# Weekend roll - Desierto de los Leones



## Psycho Marco (Nov 7, 2008)

Estimados, 

Retomando el deporte este sábado, les comento que fui al DLL, donde hacía frio y además había un buen de neblina.

Todo estuvo muy bien, incluyendo la empapada de regreso, cuando comenzó a llover faltando 10 minutos para llegar al coche. El resultado, acabamos empapados pero contentos, la verdad la experiencia de que te vaya lloviendo estuvo divertida. 

saludos 

Marco


----------



## Warp (May 24, 2004)

Siempre me ha parecido hermoso el Desierto en esa epoca del año.
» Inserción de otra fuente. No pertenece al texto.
def test_an_array_range_of_na_throughout_is_an_error(tmp_path, capsys):
    src = workbook(tmp_path / "in.xlsx", arrays={"J1:K2": "=NA()"})
    code, _, err = run(["recalc", src, "-o", str(tmp_path / "out.xlsx")], capsys)
    assert code == 1 and "error value: Ports!J1: #N/A (in 4 cells of its range)" in err


def test_many_messages_show_the_first_five_and_the_count(tmp_path, capsys):
    cells = {f"H{i}": f"=PFX_POWER(A1:E4, {i}, \"XYZ\")" for i in range(1, 9)}
    src = workbook(tmp_path / "in.xlsx", cells)
    code, _, err = run(["recalc", src, "-o", str(tmp_path / "out.xlsx")], capsys)
    assert code == 1
    assert err.count("portflux message: Ports!H") == 5
    assert "... and 3 more" in err and "8 cell(s) answer with a portflux message" in err


def test_recalc_of_the_template_succeeds_and_prints_its_summary(tmp_path, capsys):
    code, out, err = run(["template", str(tmp_path / "t.xlsx")], capsys)
    assert code == 0
    code, out, err = run(["recalc", str(tmp_path / "t.xlsx"), "-o", str(tmp_path / "o.xlsx")],
                         capsys)
    assert code == 0, err
    assert "force on body x [N]" in out and "status" in out and "speed of maximum power" in out
    assert "portflux message" not in err and "error value" not in err


def test_the_shipped_template_has_padding_but_no_findings(tmp_path):
    from portflux.workbook.check import recalc
    from portflux.workbook.template import shipped_template

    src = shipped_template()
    summary = recalc(src, tmp_path / "o.xlsx")
    found = audit(src, summary.values)
    assert found.clean and found.padding > 0 and summary.error_cells   # all its #N/A pad
    # the engine's own reading of the formulas (what the command line uses) is the file's
    formulas, arrays = read_formulas(src)
    assert summary.arrays == arrays
    assert {k: t.lstrip("=") for k, t in summary.formulas.items()} == \
        {k: t.lstrip("=") for k, t in formulas.items()}
    assert audit(src, summary.values, summary.formulas, summary.arrays) == found


def test_findings_are_the_same_from_the_engines_reading_and_from_the_file(tmp_path):
    from portflux.workbook.check import recalc

    src = workbook(tmp_path / "in.xlsx", {"H1": "=PFX_POWER(A1:E4, 10)", "H2": "=1/0"})
    summary = recalc(src, tmp_path / "o.xlsx")
    by_engine = audit(src, summary.values, summary.formulas, summary.arrays)
    assert by_engine == audit(src, summary.values) and not by_engine.clean


def test_recalc_refuses_to_write_over_its_input(tmp_path, capsys):
    src = workbook(tmp_path / "in.xlsx", {"H1": "=PFX_POWER(A1:E4, 10)"})
    before = Path(src).read_bytes()
    code, _, err = run(["recalc", src, "-o", src], capsys)
    assert code == 2 and "refusing to write over the input" in err
    assert Path(src).read_bytes() == before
Felicidades!


----------



## brunomu (Jul 5, 2009)

Hoy


----------



## doccoraje (Jan 12, 2004)

Muy buenas fotos, en pleno Marzo y con nieve.


----------



## Warp (May 24, 2004)

brunomu said:


> Hoy


Hermosas fotos!!

Que envidia... aca no tenemos montañas y nos cagamos de calor todo el año, jaja.


----------



## the last biker (Oct 12, 2005)

Warp said:


> Hermosas fotos!!
> 
> Que envidia... aca no tenemos montañas y nos cagamos de calor todo el año, jaja.


-------------------------------------------------------------------

Pues hay que solicitar una inmediata transferencia a Suiza o Austria , allá si hay montañas y se calabacean pero de frío buena parte del año


----------